Study: Transparency is often lacking in datasets used to train large language models | MIT News

MIT Tech by MIT Tech
October 12, 2024
in MIT Tech
Reading Time: 5 mins read
121 9
A A
0


Adam Zewe | MIT News
2024-08-30 05:00:00
news.mit.edu

In order to train more powerful large language models, researchers use vast dataset collections that blend diverse data from thousands of web sources.

But as these datasets are combined and recombined into multiple collections, important information about their origins and restrictions on how they can be used are often lost or confounded in the shuffle.

Not only does this raise legal and ethical concerns, it can also damage a model’s performance. For instance, if a dataset is miscategorized, someone training a machine-learning model for a certain task may end up unwittingly using data that are not designed for that task.

In addition, data from unknown sources could contain biases that cause a model to make unfair predictions when deployed.

To improve data transparency, a team of multidisciplinary researchers from MIT and elsewhere launched a systematic audit of more than 1,800 text datasets on popular hosting sites. They found that more than 70 percent of these datasets omitted some licensing information, while about 50 percent had information that contained errors.

Building off these insights, they developed a user-friendly tool called the Data Provenance Explorer that automatically generates easy-to-read summaries of a dataset’s creators, sources, licenses, and allowable uses.

“These types of tools can help regulators and practitioners make informed decisions about AI deployment, and further the responsible development of AI,” says Alex “Sandy” Pentland, an MIT professor, leader of the Human Dynamics Group in the MIT Media Lab, and co-author of a new open-access paper about the project.

The Data Provenance Explorer could help AI practitioners build more effective models by enabling them to select training datasets that fit their model’s intended purpose. In the long run, this could improve the accuracy of AI models in real-world situations, such as those used to evaluate loan applications or respond to customer queries.

“One of the best ways to understand the capabilities and limitations of an AI model is understanding what data it was trained on. When you have misattribution and confusion about where data came from, you have a serious transparency issue,” says Robert Mahari, a graduate student in the MIT Human Dynamics Group, a JD candidate at Harvard Law School, and co-lead author on the paper.

Mahari and Pentland are joined on the paper by co-lead author Shayne Longpre, a graduate student in the Media Lab; Sara Hooker, who leads the research lab Cohere for AI; as well as others at MIT, the University of California at Irvine, the University of Lille in France, the University of Colorado at Boulder, Olin College, Carnegie Mellon University, Contextual AI, ML Commons, and Tidelift. The research is published today in Nature Machine Intelligence.

Focus on finetuning

Researchers often use a technique called fine-tuning to improve the capabilities of a large language model that will be deployed for a specific task, like question-answering.
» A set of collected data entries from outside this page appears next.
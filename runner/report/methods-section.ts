/**
 * The Methods section: the colorimetric conditions the library noted during the run (observer, illuminant,
 * wavelength range, interpolation, ...), grouped by topic in the order a reviewer reads them.
 */
import { METHOD_TOPICS } from "../../lib/methods/method-log.ts";
import type { MethodRecord } from "../run-record.ts";
import { escapeHtml } from "./escape.ts";

/** The Methods section HTML, or an empty string when nothing was noted. */
export function renderMethods(methods: readonly MethodRecord[], id: string): string {
  if (methods.length === 0) return "";
  const order = (topic: string) => {
    const i = (METHOD_TOPICS as readonly string[]).indexOf(topic);
    return i < 0 ? METHOD_TOPICS.length : i;
  };
  const topics = [...new Set(methods.map((m) => m.topic))].sort((a, b) => order(a) - order(b));
  const groups = topics.map((topic) => {
    const items = methods.filter((m) => m.topic === topic).map((m) => `<li>${escapeHtml(m.statement)}</li>`).join("");
    return `<dt>${escapeHtml(topic.charAt(0).toUpperCase() + topic.slice(1))}</dt><dd><ul>${items}</ul></dd>`;
  });
  return `<section class="methods" id="${id}"><h2>Methods</h2>` +
    `<p class="section-note">Conditions the computations in this report used, as recorded by the library during the run.</p>` +
    `<dl class="method-list">${groups.join("")}</dl></section>`;
}
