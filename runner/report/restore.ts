/**
 * `tristim restore <report.html> <folder>`: writes the notebook and the files a report carries (carried-sources.ts)
 * into a new or empty folder and prints the command that runs them again there. Nothing is overwritten: a folder
 * that already holds any of those files is refused before anything is written. Each file is checked against the
 * SHA-256 the report records.
 */
import { createHash } from "node:crypto";
import fs from "node:fs";
import path from "node:path";
import { UsageError } from "../shared/errors.ts";
import { EXIT, type ExitCode } from "../shared/exit-codes.ts";
import { writeFileAtomic } from "../shared/write-atomic.ts";
import { readCarriedSources, shellLine, type CarriedSources } from "./carried-sources.ts";
import { parseCommandWords } from "../shared/command-words.ts";

/** Runs `tristim restore`; 0 when every file was restored, 1 when some are missing from the report. */
export function restoreCommand(
  args: readonly string[],
  io: { out: (t: string) => void; err: (t: string) => void },
  shown: (p: string) => string,
): ExitCode | "help" {
  const parsed = parseCommandWords(args, { help: { type: "boolean", short: "h" } }, "restore: ");
  if (parsed.values.help) return "help";
  if (parsed.positionals.length !== 2)
    throw new UsageError(
      "restore takes a report and a folder, e.g. tristim restore lot-101.html lot-101-again",
    );
  const [report, folderArgument] = parsed.positionals as [string, string];
  let html: string;
  try {
    html = fs.readFileSync(report, "utf8");
  } catch (e) {
    throw new UsageError(`restore: ${report} cannot be read: ${(e as Error).message}`);
  }
  let sources: CarriedSources;
  try {
    sources = readCarriedSources(html);
  } catch (e) {
    throw new UsageError(`restore: ${report}: ${(e as Error).message}`);
  }
  const folder = path.resolve(folderArgument);
  if (fs.existsSync(folder) && !fs.statSync(folder).isDirectory())
    throw new UsageError(`restore: ${shown(folder)} is a file; give a new or empty folder`);
  const targets: { file: string; bytes: Buffer; sha256: string | null }[] = [
    {
      file: safeTarget(folder, sources.notebook.file),
      bytes: Buffer.from(sources.notebook.base64, "base64"),
      sha256: sources.notebook.sha256,
    },
  ];
  for (const f of sources.files)
    if (f.base64 !== undefined)
      targets.push({
        file: safeTarget(folder, f.path),
        bytes: Buffer.from(f.base64, "base64"),
        sha256: f.sha256,
      });
  for (const t of targets) {
    if (fs.existsSync(t.file))
      throw new UsageError(
        `restore: ${shown(t.file)} exists already; restore into a new or empty folder (nothing was written)`,
      );
    if (t.sha256 !== null && createHash("sha256").update(t.bytes).digest("hex") !== t.sha256)
      throw new UsageError(
        `restore: the copy of ${path.relative(folder, t.file)} in ${report} does not match its SHA-256; the report was altered (nothing was written)`,
      );
  }
  for (const t of targets) {
    fs.mkdirSync(path.dirname(t.file), { recursive: true });
    writeFileAtomic(t.file, [t.bytes]);
  }
  const missing = sources.files.filter((f) => f.base64 === undefined);
  io.out(
    `${targets.length === 1 ? "1 file" : `${targets.length} files`} restored into ${shown(folder)}; run the notebook again there with:\n` +
      `  cd ${shellLine([shown(folder)]).replace(/^tristim /, "")} && ${shellLine(sources.rerun)}\n`,
  );
  for (const f of missing)
    io.err(
      `  not in the report: ${f.path} (${f.missing}; SHA-256 ${f.sha256 ?? "unknown"}); put it there yourself\n`,
    );
  return missing.length ? EXIT.notebookFailed : EXIT.ok;
}

/** The path of `relative` inside `folder`; refuses a path that would leave it. */
function safeTarget(folder: string, relative: string): string {
  const target = path.resolve(folder, relative);
  const inside = path.relative(folder, target);
  if (inside.startsWith("..") || path.isAbsolute(inside) || inside === "")
    throw new UsageError(
      `restore: the report names a file outside the folder (${relative}); nothing was written`,
    );
  return target;
}
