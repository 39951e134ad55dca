/* Unpacks the Plotly copy embedded above it (gzip, as seven-bit text: runner/report/seven-bit-text.ts) with the browser's DecompressionStream and runs it; figures-client.js waits for window.tristimPlotlyReady. No network access. */
(function () {
  "use strict";
  var packed = document.getElementById("tristim-plotly-gzip");
  window.tristimPlotlyReady = new Promise(function (resolve, reject) {
    if (window.Plotly || !packed) return resolve();
    if (typeof DecompressionStream === "undefined") return reject(new Error("this browser has no DecompressionStream, which unpacks the embedded Plotly; open the report in a current browser"));
    var text = packed.textContent, length = Number(packed.getAttribute("data-bytes"));
    var escaped = [0, 13, 60], bytes = new Uint8Array(length), buffer = 0, bits = 0, at = 0;
    function push(group) {
      buffer = ((buffer << 7) | group) & 0x7fff;
      bits += 7;
      if (bits >= 8 && at < length) {
        bits -= 8;
        bytes[at++] = (buffer >> bits) & 255;
      }
    }
    for (var i = 0; i < text.length && at < length; i++) {
      var c = text.charCodeAt(i);
      if (c < 128) push(c);
      else {
        push(escaped[(c >> 7) - 1]);
        push(c & 127);
      }
    }
    if (at < length) return reject(new Error("the embedded Plotly copy is damaged (" + at + " of " + length + " bytes)"));
    new Response(new Blob([bytes]).stream().pipeThrough(new DecompressionStream("gzip"))).text().then(function (code) {
      var script = document.createElement("script");
      script.textContent = code;
      document.head.appendChild(script);
      resolve();
    }, reject);
  });
})();
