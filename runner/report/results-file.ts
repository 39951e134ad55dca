/**
 * Results as data (`--results <file.json>` or `<file.csv>`, and the batch index's embedded copy): the runs of one
 * command as plain data for other systems. Built only from embedded run records (embedded-run-record.ts), which are
 * built from the run records, so the file, the report and the index can never disagree. The schema is documented in
 * docs/results.md; `format` and `version` identify it, and fields are only ever added within one version.
 */
import type { EmbeddedRunRecord } from "./embedded-run-record.ts";
import { jsonForScript } from "./escape.ts";
import { EXIT, worseExit, type ExitCode } from "../shared/exit-codes.ts";

/** The value of `format`, and the current `version`. */
export const RESULTS_FORMAT = "tristim-results";
export const RESULTS_VERSION = 1;
/** The element id of the results embedded in a batch index page. */
export const BATCH_RESULTS_ELEMENT_ID = "tristim-batch-results";

/** One run: its record, and for a batch its data file, that file's SHA-256 before the run and its report. */
export interface RunResult {
  /** 1-based place of the run among the command's runs (for a batch, in the order of the data files). */
  readonly position: number;
  /** The data file bound to the batch input (relative to the notebook's folder); batch runs only. */
  readonly dataFile?: string;
  readonly dataFileSha256?: string;
  /** The report's path relative to the results file (to the index page for a batch); absent when not written. */
  readonly report?: string;
  /** The run's exit code (4 when its report could not be written). */
  readonly exitCode: ExitCode;
  readonly record: EmbeddedRunRecord;
}

/** The batch a results file comes from. */
export interface BatchResultsPlace {
  readonly notebook: { readonly file: string; readonly sha256: string; readonly title: string };
  readonly input: string;
  readonly pattern: string;
  /** The number of data files of the whole batch. */
  readonly count: number;
  /** Set on one shard's results (`--shard K/N`): which slice of the batch they hold. */
  readonly shard?: { readonly index: number; readonly of: number };
}

/** The whole results file. */
export interface ResultsFile {
  readonly format: typeof RESULTS_FORMAT;
  readonly version: typeof RESULTS_VERSION;
  readonly tool: { readonly name: string; readonly version: string };
  readonly reproducible: boolean;
  /** ISO date and time the command started; left out when reproducible. */
  readonly startedAt?: string;
  /** The worst exit code over the runs. */
  readonly exitCode: ExitCode;
  readonly batch?: BatchResultsPlace;
  readonly runs: readonly RunResult[];
}

/** Assembles a results file from the runs' results (in order). */
export function resultsFile(
  runs: readonly RunResult[],
  facts: {
    tool: { name: string; version: string };
    reproducible: boolean;
    startedAt: string;
    batch?: BatchResultsPlace;
  },
): ResultsFile {
  return {
    format: RESULTS_FORMAT,
    version: RESULTS_VERSION,
    tool: { name: facts.tool.name, version: facts.tool.version },
    reproducible: facts.reproducible,
    ...(facts.reproducible ? {} : { startedAt: facts.startedAt }),
    exitCode: runs.reduce<ExitCode>((worst, r) => worseExit(worst, r.exitCode), EXIT.ok),
    ...(facts.batch ? { batch: facts.batch } : {}),
    runs,
  };
}

/** The columns of the checks CSV, in order. */
export const CHECK_CSV_COLUMNS = [
  "run",
  "notebook",
  "data_file",
  "cell",
  "check_id",
  "label",
  "outcome",
  "value",
  "value_text",
  "unit",
  "min",
  "max",
  "target",
  "tolerance",
  "expanded_uncertainty",
  "decision_rule",
  "guard_band",
  "detail",
] as const;

/** Every check of every run as CSV (RFC 4180: comma, CRLF, fields with a comma, quote or line break quoted). */
export function checksCsv(results: ResultsFile): string {
  const lines = [CHECK_CSV_COLUMNS.join(",")];
  for (const run of results.runs)
    for (const c of run.record.checks) {
      const row: Record<(typeof CHECK_CSV_COLUMNS)[number], string> = {
        run: String(run.position),
        notebook: run.record.notebook.file,
        data_file: run.dataFile ?? "",
        cell: String(c.cell),
        check_id: c.id,
        label: c.label,
        // With an uncertainty, the decision rule's outcome ("marginal pass", ...); else pass or fail on the value.
        outcome: c.decision?.outcome ?? (c.passed ? "pass" : "fail"),
        value: c.value === undefined || c.value === null ? "" : String(c.value),
        value_text: c.valueText ?? "",
        unit: c.unit ?? "",
        min: limit(c.limits?.min),
        max: limit(c.limits?.max),
        target: limit(c.limits?.target),
        tolerance: limit(c.limits?.tolerance),
        expanded_uncertainty: limit(c.decision?.expandedUncertainty),
        decision_rule: c.decision?.rule ?? "",
        guard_band: limit(c.decision?.guardBand),
        detail: c.detail ?? "",
      };
      lines.push(CHECK_CSV_COLUMNS.map((k) => csvField(row[k])).join(","));
    }
  return lines.join("\r\n") + "\r\n";
}

function limit(value: number | undefined): string {
  return value === undefined ? "" : String(value);
}

function csvField(text: string): string {
  return /[",\r\n]/.test(text) ? `"${text.replaceAll('"', '""')}"` : text;
}

/** The results as the file's text: JSON for `.json`, the checks as CSV for `.csv`. */
export function resultsText(results: ResultsFile, file: string): string {
  return /\.csv$/i.test(file) ? checksCsv(results) : `${JSON.stringify(results, null, 2)}\n`;
}

/** The `<script>` element of a batch index page that carries the batch's results. */
export function batchResultsScript(results: ResultsFile): string {
  return `<script type="application/json" id="${BATCH_RESULTS_ELEMENT_ID}">${jsonForScript(results)}</script>`;
}

/** Reads the results embedded in a batch index page; throws when there are none. */
export function readBatchResults(html: string): ResultsFile {
  const m = new RegExp(
    `<script type="application/json" id="${BATCH_RESULTS_ELEMENT_ID}">([^<]*)</script>`,
  ).exec(html);
  if (!m) throw new Error(`no <script id="${BATCH_RESULTS_ELEMENT_ID}"> element: not a tristim batch index`);
  const results = JSON.parse(m[1]!) as ResultsFile;
  if (results.format !== RESULTS_FORMAT)
    throw new Error(
      `the embedded results have format ${JSON.stringify(results.format)}, not "${RESULTS_FORMAT}"`,
    );
  if (results.version !== RESULTS_VERSION)
    throw new Error(
      `the embedded results have version ${results.version}; this tristim reads version ${RESULTS_VERSION}`,
    );
  return results;
}
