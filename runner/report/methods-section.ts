/**
 * The Methods section: the colorimetric conditions the library noted during the run (observer, illuminant,
 * wavelength range, interpolation, ...), written as a lab report's Methods: grouped under a few headings in the order
 * a reviewer reads them, each topic a paragraph with a run-in heading. It says that no colorimetric computation was
 * recorded only when that is true: the log was collected from every cell that ran.
 */
import { METHOD_TOPICS } from "../../lib/methods/method-log.ts";
import type { MethodNote, RunRecord } from "../records/run-record.ts";
import { escapeHtml } from "./escape.ts";
import { describeCells } from "../text/cell-numbers.ts";

/** The headings of the section and the topics under each, in reading order. */
const GROUPS: readonly { readonly heading: string; readonly topics: readonly string[] }[] = [
  {
    heading: "Colorimetric conditions",
    topics: [
      "observer",
      "illuminant",
      "wavelength range",
      "interpolation",
      "extrapolation",
      "integration",
      "normalisation",
    ],
  },
  {
    heading: "Derived quantities",
    topics: [
      "colour space",
      "colour temperature",
      "colour difference",
      "chromatic adaptation",
      "photometry",
      "rgb encoding",
      "gamut",
      "colour rendering",
    ],
  },
  { heading: "Optical, mixing and print models", topics: ["optics", "mixing", "halftone"] },
  { heading: "Data handling", topics: ["data files"] },
  { heading: "Measurement uncertainty", topics: ["uncertainty"] },
];

/** More statements than this under one topic are listed rather than run together. */
const LIST_ABOVE = 3;

/** Run-in headings for topics whose plain name would read oddly. */
const TOPIC_LABEL: Record<string, string> = {
  "rgb encoding": "RGB encoding",
  "data files": "Files read and written",
};

/** Topics where more than one condition in one run deserves a remark (results may not be comparable). */
const ONE_EXPECTED: Record<string, string> = {
  observer:
    "More than one observer was used in this run; results computed with different observers are not comparable.",
  illuminant: "More than one illuminant was used in this run; each result's cell shows which one it used.",
};

/** The Methods section HTML (always present, so a reader knows whether anything was recorded). */
export function renderMethods(
  run: Pick<RunRecord, "methods" | "methodsMissingFrom" | "cells">,
  id: string,
): string {
  const { methods } = run;
  const gaps = run.methodsMissingFrom ?? [];
  const ran = run.cells.some((c) => c.status === "ok" || c.status === "failed");
  const gapNote =
    gaps.length === 0
      ? ""
      : `<p class="section-note methods-gap">The conditions used by ${describeCells(gaps.map((i) => i + 1))} could not be collected, because ` +
        `${gaps.length === 1 ? "its process was" : "their process was"} stopped before reporting them; this list may be incomplete.</p>`;
  if (methods.length === 0) {
    const text = !ran
      ? "No cells ran, so no computations were recorded."
      : gaps.length > 0
        ? "No colorimetric conditions were collected from the cells that finished."
        : "No colorimetric computations were recorded during this run: no cell used a library function that depends on an observer, illuminant, formula or other condition.";
    return `<section class="methods" id="${id}"><h2>Methods</h2><p class="section-note">${escapeHtml(text)}</p>${gapNote}</section>`;
  }

  const known = new Set(GROUPS.flatMap((g) => g.topics));
  const byTopic = new Map<string, MethodNote[]>();
  for (const m of methods) byTopic.set(m.topic, [...(byTopic.get(m.topic) ?? []), m]);
  const order = (topic: string) => {
    const i = (METHOD_TOPICS as readonly string[]).indexOf(topic);
    return i < 0 ? METHOD_TOPICS.length : i;
  };
  const others = [...byTopic.keys()].filter((t) => !known.has(t)).sort((a, b) => order(a) - order(b));
  const groups = [...GROUPS, { heading: "Other conditions", topics: others }];

  const html = groups
    .map((group) => {
      const paragraphs = group.topics
        .filter((t) => byTopic.has(t))
        .map((topic) => {
          const statements = byTopic.get(topic)!.map((m) => methodSentence(m.statement));
          if (statements.length > 1 && ONE_EXPECTED[topic]) statements.push(ONE_EXPECTED[topic]!);
          const head = `<strong class="run-in">${escapeHtml(topicLabel(topic))}.</strong>`;
          // A few conditions read as a paragraph; a longer run of them as a list, so none is lost in a wall of text.
          if (statements.length <= LIST_ABOVE)
            return `<p>${head} ${statements.map(escapeHtml).join(" ")}</p>`;
          return `<p>${head}</p><ul>${statements.map((t) => `<li>${escapeHtml(t)}</li>`).join("")}</ul>`;
        });
      return paragraphs.length ? `<h3>${escapeHtml(group.heading)}</h3>${paragraphs.join("")}` : "";
    })
    .join("");
  return (
    `<section class="methods" id="${id}"><h2>Methods</h2>` +
    `<p class="section-note">The computations in this report used the following conditions, as the library recorded them while the cells ran.</p>` +
    `${gapNote}<div class="method-text">${html}</div></section>`
  );
}

function topicLabel(topic: string): string {
  return TOPIC_LABEL[topic] ?? topic.charAt(0).toUpperCase() + topic.slice(1);
}

/**
 * A statement as a sentence: its text exactly as the library wrote it, with a full stop added when it has no closing
 * punctuation. The case is never changed: a statement may start with a symbol or name whose case is its meaning
 * ("sRGB", "u′v′", "pH"), and capitalising it would misstate it.
 */
export function methodSentence(statement: string): string {
  const text = statement.trim();
  return /[.!?]$/.test(text) ? text : `${text}.`;
}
For finetuning, they carefully build curated datasets designed to boost a model’s performance for this one task.

The MIT researchers focused on these fine-tuning datasets, which are often developed by researchers, academic organizations, or companies and licensed for specific uses.

When crowdsourced platforms aggregate such datasets into larger collections for practitioners to use for fine-tuning, some of that original license information is often left behind.

“These licenses ought to matter, and they should be enforceable,” Mahari says.

For instance, if the licensing terms of a dataset are wrong or missing, someone could spend a great deal of money and time developing a model they might be forced to take down later because some training data contained private information.

“People can end up training models where they don’t even understand the capabilities, concerns, or risk of those models, which ultimately stem from the data,” Longpre adds.

To begin this study, the researchers formally defined data provenance as the combination of a dataset’s sourcing, creating, and licensing heritage, as well as its characteristics. From there, they developed a structured auditing procedure to trace the data provenance of more than 1,800 text dataset collections from popular online repositories.

After finding that more than 70 percent of these datasets contained “unspecified” licenses that omitted much information, the researchers worked backward to fill in the blanks. Through their efforts, they reduced the number of datasets with “unspecified” licenses to around 30 percent.

Their work also revealed that the correct licenses were often more restrictive than those assigned by the repositories.   

In addition, they found that nearly all dataset creators were concentrated in the global north, which could limit a model’s capabilities if it is trained for deployment in a different region. For instance, a Turkish language dataset created predominantly by people in the U.S. and China might not contain any culturally significant aspects, Mahari explains.

“We almost delude ourselves into thinking the datasets are more diverse than they actually are,” he says.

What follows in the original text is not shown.